→ Work request:
Everything from the first line of the records below through the line containing "for key, document" is to be retyped exactly; leave out the rest.

→ Dataset extract:
═══

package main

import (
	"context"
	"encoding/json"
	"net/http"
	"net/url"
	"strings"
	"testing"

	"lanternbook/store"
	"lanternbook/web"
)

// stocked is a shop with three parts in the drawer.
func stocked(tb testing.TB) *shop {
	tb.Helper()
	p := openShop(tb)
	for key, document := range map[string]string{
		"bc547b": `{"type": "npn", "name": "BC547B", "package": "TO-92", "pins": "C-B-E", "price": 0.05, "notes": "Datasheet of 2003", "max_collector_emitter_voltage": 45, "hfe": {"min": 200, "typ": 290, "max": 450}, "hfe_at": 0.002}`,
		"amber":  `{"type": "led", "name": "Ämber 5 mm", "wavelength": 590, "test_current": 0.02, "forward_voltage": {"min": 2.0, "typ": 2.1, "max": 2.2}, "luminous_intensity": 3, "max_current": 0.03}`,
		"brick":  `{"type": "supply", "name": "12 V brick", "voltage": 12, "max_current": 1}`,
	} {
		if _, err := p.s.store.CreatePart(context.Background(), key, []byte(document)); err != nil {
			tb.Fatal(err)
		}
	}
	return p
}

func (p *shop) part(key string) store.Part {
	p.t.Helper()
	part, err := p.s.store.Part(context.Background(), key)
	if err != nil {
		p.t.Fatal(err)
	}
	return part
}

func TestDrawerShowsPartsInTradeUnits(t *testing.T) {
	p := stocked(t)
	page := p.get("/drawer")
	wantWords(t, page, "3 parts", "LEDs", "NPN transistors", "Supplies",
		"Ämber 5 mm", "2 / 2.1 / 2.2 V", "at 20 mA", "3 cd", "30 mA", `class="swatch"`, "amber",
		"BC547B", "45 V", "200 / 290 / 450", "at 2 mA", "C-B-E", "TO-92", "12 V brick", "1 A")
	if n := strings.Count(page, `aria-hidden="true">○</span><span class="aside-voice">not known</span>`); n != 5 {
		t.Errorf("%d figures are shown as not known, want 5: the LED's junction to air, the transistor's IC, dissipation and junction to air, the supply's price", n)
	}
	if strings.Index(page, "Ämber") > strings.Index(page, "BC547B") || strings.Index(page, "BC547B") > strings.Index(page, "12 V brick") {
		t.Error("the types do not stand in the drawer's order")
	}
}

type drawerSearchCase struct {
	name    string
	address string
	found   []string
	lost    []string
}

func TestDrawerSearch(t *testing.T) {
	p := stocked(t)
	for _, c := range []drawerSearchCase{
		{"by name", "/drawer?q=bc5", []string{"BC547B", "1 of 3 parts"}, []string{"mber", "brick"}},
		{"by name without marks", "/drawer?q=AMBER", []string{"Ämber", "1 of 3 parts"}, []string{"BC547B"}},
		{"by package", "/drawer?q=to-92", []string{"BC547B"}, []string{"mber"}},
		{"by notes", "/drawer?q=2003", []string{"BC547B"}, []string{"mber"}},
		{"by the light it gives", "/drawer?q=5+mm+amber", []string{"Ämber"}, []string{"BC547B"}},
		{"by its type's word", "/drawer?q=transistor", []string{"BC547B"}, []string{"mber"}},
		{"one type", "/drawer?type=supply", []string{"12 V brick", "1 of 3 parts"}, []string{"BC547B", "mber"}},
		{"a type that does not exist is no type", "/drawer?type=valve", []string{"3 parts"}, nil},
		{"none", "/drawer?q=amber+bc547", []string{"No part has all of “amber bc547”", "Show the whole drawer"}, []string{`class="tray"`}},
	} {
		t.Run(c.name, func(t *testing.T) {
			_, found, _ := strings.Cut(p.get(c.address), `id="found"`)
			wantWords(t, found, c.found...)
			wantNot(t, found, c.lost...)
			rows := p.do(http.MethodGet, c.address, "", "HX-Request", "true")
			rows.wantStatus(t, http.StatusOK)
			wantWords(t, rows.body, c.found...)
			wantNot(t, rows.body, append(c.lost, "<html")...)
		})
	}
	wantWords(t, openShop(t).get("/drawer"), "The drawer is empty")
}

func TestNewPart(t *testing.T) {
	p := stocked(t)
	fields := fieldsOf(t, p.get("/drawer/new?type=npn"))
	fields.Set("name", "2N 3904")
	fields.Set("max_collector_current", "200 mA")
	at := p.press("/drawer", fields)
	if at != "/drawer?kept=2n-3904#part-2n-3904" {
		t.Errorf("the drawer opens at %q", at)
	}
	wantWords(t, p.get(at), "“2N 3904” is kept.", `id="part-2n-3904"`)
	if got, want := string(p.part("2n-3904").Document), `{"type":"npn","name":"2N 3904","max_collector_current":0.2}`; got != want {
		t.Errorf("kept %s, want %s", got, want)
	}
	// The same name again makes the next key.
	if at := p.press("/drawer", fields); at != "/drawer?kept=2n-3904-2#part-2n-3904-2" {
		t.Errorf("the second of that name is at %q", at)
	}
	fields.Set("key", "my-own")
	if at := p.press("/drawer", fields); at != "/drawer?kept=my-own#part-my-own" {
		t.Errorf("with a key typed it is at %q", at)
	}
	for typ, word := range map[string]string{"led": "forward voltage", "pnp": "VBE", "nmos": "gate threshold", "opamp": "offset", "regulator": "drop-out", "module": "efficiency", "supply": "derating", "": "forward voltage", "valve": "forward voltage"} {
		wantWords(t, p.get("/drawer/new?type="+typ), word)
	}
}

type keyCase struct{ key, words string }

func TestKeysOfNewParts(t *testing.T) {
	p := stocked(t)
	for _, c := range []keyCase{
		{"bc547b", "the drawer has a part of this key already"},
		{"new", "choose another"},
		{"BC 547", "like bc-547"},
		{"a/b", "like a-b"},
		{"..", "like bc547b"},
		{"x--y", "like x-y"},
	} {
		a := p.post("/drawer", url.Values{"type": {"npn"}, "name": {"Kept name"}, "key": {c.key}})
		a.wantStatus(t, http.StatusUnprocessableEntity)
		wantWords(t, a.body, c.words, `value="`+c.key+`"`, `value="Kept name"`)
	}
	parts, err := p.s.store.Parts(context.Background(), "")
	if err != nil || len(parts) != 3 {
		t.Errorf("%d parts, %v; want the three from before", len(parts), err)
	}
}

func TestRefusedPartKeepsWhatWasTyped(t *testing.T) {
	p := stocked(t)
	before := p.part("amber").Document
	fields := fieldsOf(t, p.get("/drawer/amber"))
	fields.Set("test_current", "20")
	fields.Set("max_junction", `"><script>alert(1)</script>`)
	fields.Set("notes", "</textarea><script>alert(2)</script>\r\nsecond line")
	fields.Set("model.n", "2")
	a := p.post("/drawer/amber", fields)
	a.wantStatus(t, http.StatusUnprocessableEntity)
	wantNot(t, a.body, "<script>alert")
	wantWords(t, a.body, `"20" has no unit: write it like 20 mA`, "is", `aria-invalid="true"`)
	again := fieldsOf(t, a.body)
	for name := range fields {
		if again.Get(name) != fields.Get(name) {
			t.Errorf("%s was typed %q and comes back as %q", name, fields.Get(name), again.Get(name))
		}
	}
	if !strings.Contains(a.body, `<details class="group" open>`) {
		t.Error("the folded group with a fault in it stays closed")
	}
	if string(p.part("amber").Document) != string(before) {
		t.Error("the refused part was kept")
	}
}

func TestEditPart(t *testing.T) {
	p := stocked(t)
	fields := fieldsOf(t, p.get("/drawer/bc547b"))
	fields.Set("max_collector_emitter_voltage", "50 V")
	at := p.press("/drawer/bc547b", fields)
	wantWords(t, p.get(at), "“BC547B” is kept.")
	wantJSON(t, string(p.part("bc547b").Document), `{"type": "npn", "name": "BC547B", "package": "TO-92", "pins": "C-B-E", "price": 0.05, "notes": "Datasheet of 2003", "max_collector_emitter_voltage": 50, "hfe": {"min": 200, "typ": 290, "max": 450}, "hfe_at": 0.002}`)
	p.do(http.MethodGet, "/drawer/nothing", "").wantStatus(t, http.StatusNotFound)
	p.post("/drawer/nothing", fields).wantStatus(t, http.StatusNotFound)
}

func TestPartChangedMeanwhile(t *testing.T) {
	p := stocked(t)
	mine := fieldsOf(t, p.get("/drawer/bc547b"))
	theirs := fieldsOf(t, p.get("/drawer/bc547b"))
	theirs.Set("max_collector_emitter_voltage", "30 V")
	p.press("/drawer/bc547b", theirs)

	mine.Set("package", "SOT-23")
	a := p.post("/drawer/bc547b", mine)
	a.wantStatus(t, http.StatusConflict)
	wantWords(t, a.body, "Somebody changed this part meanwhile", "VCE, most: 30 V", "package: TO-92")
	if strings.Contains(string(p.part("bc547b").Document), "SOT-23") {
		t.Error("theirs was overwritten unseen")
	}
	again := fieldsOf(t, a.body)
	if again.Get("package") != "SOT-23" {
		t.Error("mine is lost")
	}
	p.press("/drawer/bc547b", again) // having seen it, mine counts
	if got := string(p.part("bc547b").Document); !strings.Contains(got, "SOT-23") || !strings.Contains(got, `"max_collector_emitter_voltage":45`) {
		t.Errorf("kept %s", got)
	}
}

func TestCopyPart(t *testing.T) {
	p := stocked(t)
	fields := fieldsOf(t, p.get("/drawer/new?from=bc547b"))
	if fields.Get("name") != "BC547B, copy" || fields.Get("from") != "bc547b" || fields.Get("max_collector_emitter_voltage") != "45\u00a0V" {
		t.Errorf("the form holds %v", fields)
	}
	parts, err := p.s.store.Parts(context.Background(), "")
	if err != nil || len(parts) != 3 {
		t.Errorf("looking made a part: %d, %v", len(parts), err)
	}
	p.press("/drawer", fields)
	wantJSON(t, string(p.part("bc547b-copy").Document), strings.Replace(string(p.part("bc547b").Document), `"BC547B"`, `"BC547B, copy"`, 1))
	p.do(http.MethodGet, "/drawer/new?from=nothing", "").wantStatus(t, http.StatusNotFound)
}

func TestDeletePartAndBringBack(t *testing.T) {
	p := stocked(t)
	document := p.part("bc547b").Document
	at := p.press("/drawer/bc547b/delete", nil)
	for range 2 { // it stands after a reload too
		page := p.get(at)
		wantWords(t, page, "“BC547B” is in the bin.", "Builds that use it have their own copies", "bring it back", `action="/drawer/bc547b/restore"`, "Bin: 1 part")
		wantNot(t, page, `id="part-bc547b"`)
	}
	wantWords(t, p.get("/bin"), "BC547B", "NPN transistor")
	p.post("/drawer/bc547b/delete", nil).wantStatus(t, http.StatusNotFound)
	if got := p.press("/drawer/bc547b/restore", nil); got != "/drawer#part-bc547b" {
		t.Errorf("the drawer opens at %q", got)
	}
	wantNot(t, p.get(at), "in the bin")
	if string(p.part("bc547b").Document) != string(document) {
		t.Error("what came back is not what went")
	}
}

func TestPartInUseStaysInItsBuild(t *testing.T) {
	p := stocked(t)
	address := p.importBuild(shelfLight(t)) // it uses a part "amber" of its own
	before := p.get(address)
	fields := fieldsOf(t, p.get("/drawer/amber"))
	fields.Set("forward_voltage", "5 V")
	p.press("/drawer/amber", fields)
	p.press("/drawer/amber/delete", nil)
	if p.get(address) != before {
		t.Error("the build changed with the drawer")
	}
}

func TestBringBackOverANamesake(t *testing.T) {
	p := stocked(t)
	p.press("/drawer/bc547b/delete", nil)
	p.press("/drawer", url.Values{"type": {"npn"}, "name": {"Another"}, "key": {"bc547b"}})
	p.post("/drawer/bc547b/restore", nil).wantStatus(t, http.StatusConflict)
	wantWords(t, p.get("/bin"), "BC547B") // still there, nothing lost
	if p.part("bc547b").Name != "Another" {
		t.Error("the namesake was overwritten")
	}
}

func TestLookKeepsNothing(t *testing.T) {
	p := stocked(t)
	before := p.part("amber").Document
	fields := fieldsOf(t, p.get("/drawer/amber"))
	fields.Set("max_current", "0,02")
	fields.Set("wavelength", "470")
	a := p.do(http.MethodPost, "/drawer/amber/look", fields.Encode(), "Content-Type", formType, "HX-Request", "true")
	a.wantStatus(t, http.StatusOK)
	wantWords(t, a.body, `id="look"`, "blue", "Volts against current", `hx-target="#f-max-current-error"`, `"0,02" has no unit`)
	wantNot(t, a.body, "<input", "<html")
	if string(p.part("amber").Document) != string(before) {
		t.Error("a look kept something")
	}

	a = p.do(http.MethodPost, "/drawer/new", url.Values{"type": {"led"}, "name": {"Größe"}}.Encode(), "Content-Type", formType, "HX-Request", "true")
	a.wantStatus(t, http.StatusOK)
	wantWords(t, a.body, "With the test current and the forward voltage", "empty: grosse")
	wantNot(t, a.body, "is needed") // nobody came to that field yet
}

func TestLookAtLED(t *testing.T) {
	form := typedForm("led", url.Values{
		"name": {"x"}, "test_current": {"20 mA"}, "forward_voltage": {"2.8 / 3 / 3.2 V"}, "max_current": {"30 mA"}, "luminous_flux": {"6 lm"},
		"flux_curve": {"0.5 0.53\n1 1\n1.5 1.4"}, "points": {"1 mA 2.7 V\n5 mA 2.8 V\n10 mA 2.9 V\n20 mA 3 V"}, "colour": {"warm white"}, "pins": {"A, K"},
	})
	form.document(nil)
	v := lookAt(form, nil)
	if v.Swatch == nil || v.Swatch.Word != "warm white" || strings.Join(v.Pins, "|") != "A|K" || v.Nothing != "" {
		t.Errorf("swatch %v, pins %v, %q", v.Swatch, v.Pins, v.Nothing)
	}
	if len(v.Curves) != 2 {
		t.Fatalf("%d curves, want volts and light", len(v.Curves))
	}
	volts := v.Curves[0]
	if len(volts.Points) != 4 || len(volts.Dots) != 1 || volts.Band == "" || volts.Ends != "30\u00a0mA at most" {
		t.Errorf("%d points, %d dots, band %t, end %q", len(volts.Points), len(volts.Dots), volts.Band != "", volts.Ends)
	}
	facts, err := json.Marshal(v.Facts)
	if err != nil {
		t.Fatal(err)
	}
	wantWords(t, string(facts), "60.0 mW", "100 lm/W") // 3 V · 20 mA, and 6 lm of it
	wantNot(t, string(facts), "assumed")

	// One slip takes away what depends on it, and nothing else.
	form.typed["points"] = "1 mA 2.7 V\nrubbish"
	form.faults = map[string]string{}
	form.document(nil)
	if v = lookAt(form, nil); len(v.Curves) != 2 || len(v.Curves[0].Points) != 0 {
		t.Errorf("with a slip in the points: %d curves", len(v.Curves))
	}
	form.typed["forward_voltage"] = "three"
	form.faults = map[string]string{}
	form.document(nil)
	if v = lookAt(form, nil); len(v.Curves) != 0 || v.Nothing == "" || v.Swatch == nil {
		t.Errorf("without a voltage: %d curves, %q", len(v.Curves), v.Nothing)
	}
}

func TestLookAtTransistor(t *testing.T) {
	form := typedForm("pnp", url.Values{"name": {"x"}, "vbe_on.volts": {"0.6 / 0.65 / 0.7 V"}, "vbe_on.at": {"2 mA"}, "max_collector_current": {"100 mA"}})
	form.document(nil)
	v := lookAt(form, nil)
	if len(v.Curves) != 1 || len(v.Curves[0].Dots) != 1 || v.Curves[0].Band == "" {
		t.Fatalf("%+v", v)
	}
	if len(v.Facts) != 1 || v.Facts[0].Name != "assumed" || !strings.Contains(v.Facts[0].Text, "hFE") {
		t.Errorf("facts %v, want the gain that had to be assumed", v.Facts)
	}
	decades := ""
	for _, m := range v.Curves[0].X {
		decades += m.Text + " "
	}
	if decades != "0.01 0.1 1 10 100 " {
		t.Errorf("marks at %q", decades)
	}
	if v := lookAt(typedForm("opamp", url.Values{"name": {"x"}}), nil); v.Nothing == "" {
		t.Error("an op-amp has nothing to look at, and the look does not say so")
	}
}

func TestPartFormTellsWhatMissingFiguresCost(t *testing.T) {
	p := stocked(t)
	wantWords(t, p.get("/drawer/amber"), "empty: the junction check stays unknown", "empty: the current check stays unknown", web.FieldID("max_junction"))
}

═══

→ Solved problem:
package main

import (
	"context"
	"encoding/json"
	"net/http"
	"net/url"
	"strings"
	"testing"

	"lanternbook/store"
	"lanternbook/web"
)

// stocked is a shop with three parts in the drawer.
func stocked(tb testing.TB) *shop {
	tb.Helper()
	p := openShop(tb)
	for key, document := range map[string]string{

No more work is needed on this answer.